How does a student get good grades? I know the most obvious answer being shouted out is “by studying, of course,” with some sarcastic replies of “watching Netflix” thrown in the mix. But what if I told you both those answers were correct?

A balance of socializing and studying, which can include watching Netflix, is necessary to achieve those highly sought-after grades.

Though our cognitive needs are met by virtue of being university students, it is our need for “love and belongingness” that is present on Maslow’s hierarchy of needs. Socializing is a basic human need. To become functioning members of the society, we must engage in leisure activities.

Yet, we almost never put time aside to socialize with our friends. Even when we do, studying takes precedence and ends up taking over the time we allocated for socializing.

This is often a result of procrastination. Whether it is procrastinating by scrolling through clickbait articles or watching videos, when we procrastinate, we take away time from both socializing and studying.
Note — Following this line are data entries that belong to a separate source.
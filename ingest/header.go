package ingest

import (
	"slices"
	"strings"
	"sync"
	"unicode"
	"unicode/utf8"
)

// heading is what a column's header says.
type heading struct {
	text      string // as written
	name      string // without the unit
	role      role
	port      int    // 11, 21, 12 or 22 for S-parameters, else 0
	unit      unit   // dim "" if none is stated
	negate    bool   // -Im(Z), loss in dB
	lossDB    bool   // return or insertion loss: sign from the values
	label     string // part, where columns of several parts stand side by side
	fault     string // why the header cannot be taken as it stands
	ambiguous bool   // the unit's m could be milli or mega
	presumed  bool   // a magnitude of nothing named, taken for |Z| if the values bear it out
}

// known reports whether the heading says anything about a measured quantity.
func (h heading) known() bool { return h.role != roleNone }

// maxHeading is the longest header cell, in bytes, that is looked at.
const maxHeading = 200

// seenHeadings keeps what header cells say: the files of a folder mostly have the
// same header, and to recognise it takes as long as to read dozens of rows.
var seenHeadings = struct {
	sync.RWMutex
	of map[string]heading
}{of: map[string]heading{}}

// maxSeen bounds seenHeadings.
const maxSeen = 1000

// readHeading recognises one header cell.
func readHeading(text string) heading {
	seenHeadings.RLock()
	h, ok := seenHeadings.of[text]
	seenHeadings.RUnlock()
	switch {
	case ok:
		return h
	case len(text) > maxHeading:
		return recogniseHeading(text)
	}
	text = strings.Clone(text) // not to keep the file
	h = recogniseHeading(text)
	seenHeadings.Lock()
	if len(seenHeadings.of) < maxSeen {
		seenHeadings.of[text] = h
	}
	seenHeadings.Unlock()
	return h
}

// recogniseHeading does the work of readHeading.
func recogniseHeading(text string) heading {
	h := heading{text: strings.TrimSpace(text)}
	t := strings.ReplaceAll(h.text, `""`, `"`)
	t = strings.TrimSpace(tidy(strings.Trim(t, `"`)))
	if t == "" || len(t) > maxHeading {
		return h
	}
	if h.identify(t) {
		return h
	}
	var cuts [16]unitCut
	for _, cut := range unitCuts(t, cuts[:0]) {
		u, ok, ambiguous := readUnit(cut.unit)
		if !ok {
			continue
		}
		g := h
		if strings.TrimSpace(cut.name) == "" {
			continue
		}
		if g.identify(cut.name) {
			g.setUnit(u, ambiguous)
			return g
		}
		if h.unit.dim == "" { // a unit, but a name that says nothing
			h.unit, h.ambiguous, h.name = u, ambiguous, strings.TrimSpace(cut.name)
		}
	}
	// A unit alone: "Hz", "GHz", "Ω"? Only hertz names a quantity.
	if u, ok, _ := readUnitCell(t); ok && (u.dim == "Hz" || u.dim == "rad/s") {
		h.name, h.unit = t, u
		h.role = roleFreq
		if u.dim == "rad/s" {
			h.role = roleOmega
		}
	}
	return h
}

var tidyHeader = strings.NewReplacer("\u03bc", "µ", "\u2126", "Ω", "’", "'", "‘", "'", "′", "'", "″", "''", "”", "''",
	"\u2212", "-", "ϕ", "φ", "Φ", "φ", "ϑ", "θ", "Θ", "θ", "\u00a0", " ", "\u2009", " ", "\ufeff", "", "\n", " ", "\r", " ")

// tidy writes the variants of a sign in one way. Most headers have none.
func tidy(t string) string {
	for i := 0; i < len(t); i++ {
		if c := t[i]; c >= utf8.RuneSelf || c == '\n' || c == '\r' {
			return tidyHeader.Replace(t)
		}
	}
	return t
}

// unitCut is one way to take a header apart.
type unitCut struct{ name, unit string }

// unitCuts lists the places where people put units: in brackets, behind a
// slash, a comma, an underscore, "in", or the last blank. They are appended to cuts.
func unitCuts(t string, cuts []unitCut) []unitCut {
	for _, b := range [...]string{"()", "[]", "{}", "<>"} {
		i := strings.LastIndexByte(t, b[0])
		if i < 0 {
			continue
		}
		if j := strings.IndexByte(t[i:], b[1]); j > 0 {
			cuts = append(cuts, unitCut{t[:i] + t[i+j+1:], t[i+1 : i+j]})
		}
	}
	for _, sep := range [...]string{" / ", "/", ",", " in ", "_", ":", " ", "-", "."} {
		if i := strings.LastIndex(t, sep); i > 0 {
			cuts = append(cuts, unitCut{t[:i], strings.TrimSpace(t[i+len(sep):])})
		}
	}
	// deg/rad may contain the slash themselves (rad/s).
	if i := strings.Index(t, "/"); i > 0 {
		cuts = append(cuts, unitCut{t[:i], t[i+1:]})
	}
	return cuts
}

// setUnit stores a stated unit and refines the role by it.
func (h *heading) setUnit(u unit, ambiguous bool) {
	h.unit, h.ambiguous = u, ambiguous
	switch {
	case h.role == roleMag && u.dim == "Ω":
		h.role = roleAbsZ
	case h.role == roleMag && u.dim == "S":
		h.role = roleAbsY
	case h.role == roleRe && u.dim == "Ω":
		h.role = roleR
	case h.role == roleIm && u.dim == "Ω":
		h.role = roleX
	case h.role == roleRe && u.dim == "S":
		h.role = roleG
	case h.role == roleIm && u.dim == "S":
		h.role = roleB
	case (h.role == roleAbsZ) && isAngleDim(u.dim):
		h.role = rolePhase
	case (h.role == roleAbsY) && isAngleDim(u.dim):
		h.role = rolePhaseY
	case h.role == roleFreq && u.dim == "rad/s":
		h.role = roleOmega
	case (h.role == roleS || h.role == roleSMag) && u.dim == "dB":
		h.role = roleSdB
	case (h.role == roleS || h.role == roleSMag) && isAngleDim(u.dim):
		h.role = roleSPhase
	}
	if want := roles[h.role].dim; want != "" && !dimFits(want, u.dim) {
		h.fault = dimName(want)
	}
}

func isAngleDim(dim string) bool { return dim == "°" || dim == "rad" }

func dimFits(want, got string) bool {
	return want == got || want == "°" && got == "rad"
}

// identify finds the role of a name without unit. It tries the whole name, then
// S-parameter words.
func (h *heading) identify(name string) bool {
	name = strings.TrimSpace(name)
	key, negate := squeeze(name)
	if r, ok := namedRole(key); ok {
		h.name, h.role, h.negate = name, r, negate
		if negate && r != roleX && r != roleB && r != roleIm && !r.isAngle() {
			h.role, h.negate = roleNone, false
			return false
		}
		return true
	}
	return h.identifyS(name)
}

// squeeze makes the key for names: small letters without blanks and
// punctuation; a leading minus is taken off and reported.
func squeeze(name string) (key string, negate bool) {
	name = strings.TrimSpace(name)
	if len(name) > 1 && name[0] == '-' {
		negate, name = true, name[1:]
	}
	if !slices.ContainsFunc([]byte(name), func(c byte) bool { return !('a' <= c && c <= 'z' || '0' <= c && c <= '9') }) {
		return name, negate
	}
	var b strings.Builder
	b.Grow(len(name))
	for _, r := range name {
		switch r {
		case ' ', '.', '_', '-', '\t', '"', ':', '*', '=', '#':
			continue
		case '´', '`':
			r = '\''
		}
		b.WriteRune(unicode.ToLower(r))
	}
	key = b.String()
	if key == `z"` {
		key = "z''"
	}
	return key, negate
}

// identifyS recognises S-parameter columns: s11 or s21 (or the loss that stands
// for it) with words for the part of it.
func (h *heading) identifyS(name string) bool {
	port, part := 0, roleS
	loss := false
	angle := ""
	i := -1
	for w := range strings.FieldsFuncSeq(strings.ToLower(name), func(r rune) bool { return !(unicode.IsLetter(r) || unicode.IsDigit(r)) }) {
		i++
		switch {
		case len(w) >= 3 && w[0] == 's' && (w[1] == '1' || w[1] == '2') && (w[2] == '1' || w[2] == '2'):
			port = int(w[1]-'0')*10 + int(w[2]-'0')
			switch rest := w[3:]; rest {
			case "":
			default:
				if p, ok := sWords[rest]; ok {
					part = p
				} else {
					return false
				}
			}
			continue
		case w == "gamma" || w == "γ" || w == "reflection" || w == "rho" || w == "reflexion":
			port = 11
			continue
		case w == "coefficient" || w == "coeff" || w == "loss" || w == "of" || w == "log" || w == "lin" || w == "linear" || w == "format":
			continue
		case w == "return" || w == "rl" && i == 0:
			port, loss = 11, true
			continue
		case w == "insertion" || w == "il" && i == 0:
			port, loss = 21, true
			continue
		case strings.HasPrefix(w, "trc") || strings.HasPrefix(w, "ch") && len(w) <= 3 || strings.HasPrefix(w, "tr") && len(w) <= 3:
			continue
		}
		p, ok := sWords[w]
		if !ok {
			return false
		}
		part = p
		switch w {
		case "deg", "degrees", "°", "rad":
			angle = w
		}
	}
	if port == 0 {
		return false
	}
	h.name, h.port, h.role = name, port, part
	if u, ok, _ := readUnit(angle); ok && isAngleDim(u.dim) {
		h.unit = u
	}
	if loss && part != roleSPhase {
		h.role, h.lossDB = roleSdB, true
	}
	if part == roleS && strings.Contains(name, "|") {
		h.role = roleSMag
	}
	if part == roleS && strings.Contains(name, "∠") {
		h.role = roleSPhase
	}
	return true
}

var sWords = map[string]role{
	"db": roleSdB, "logmag": roleSdB,
	"mag": roleSMag, "magnitude": roleSMag, "abs": roleSMag, "linmag": roleSMag, "mg": roleSMag, "amp": roleSMag, "amplitude": roleSMag,
	"re": roleSRe, "real": roleSRe, "r": roleSRe,
	"im": roleSIm, "imag": roleSIm, "imaginary": roleSIm, "i": roleSIm,
	"phase": roleSPhase, "angle": roleSPhase, "ang": roleSPhase, "arg": roleSPhase, "ph": roleSPhase, "pha": roleSPhase,
	"deg": roleSPhase, "degrees": roleSPhase, "°": roleSPhase, "rad": roleSPhase,
}

// readHeadings recognises a whole header line and settles what one cell alone
// leaves open.
func readHeadings(texts []string) []heading {
	hs := make([]heading, len(texts))
	for i, t := range texts {
		hs[i] = readHeading(t)
	}
	return hs
}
Procrastination is also looked down upon so badly. Rarely do we try to understand why the person might be engaging in procrastination. Procrastination is a sign of anxiety.

In my opinion, procrastination is often a hugely unrecognized sign, too. Besides anxiety, procrastinating habits have been linked to depression and low self-esteem.

If you find your friend procrastinating, don’t “leave them alone so they can study”. Study with them. If left alone, they may continue procrastinating for even longer, and worsen their mental health.

Some people do emphasize their preference for studying alone. In that case, make sure they’re okay and continually check on their progress and their mental health. In severe cases of anxiety, they may even lie about it.

As a perfectionist, I speak from experience. My habit of procrastination stemmed from being anxious about the imperfect outcome that might ensue. As a result, I took longer getting started on assignments with the thought that if I didn’t do well, I could justify it by telling myself that I didn’t have enough time.

So far this year, I have been doing better as I have come to terms with the non-existent nature of perfection. This is something creatives struggle with as well. Things like “is this good enough?”, “should I post this now?” and “I want to make this better” are examples of what goes through their minds on a regular basis.

So how do you achieve the grade you’ve been aiming for? Consistency is the answer. Being consistently diligent with your workflow will not just aid in improving your skills, but also get you your coveted grade. Doing well in a course is a long-term goal, and definitely doesn’t occur when you start an assignment a day before its due.

Procrastination also leads to long hours of isolation in the library behind laptop screens or a stack of books, taking away the satisfaction of “love and belongingness”, and according to Maslow, halting an individual’s growth.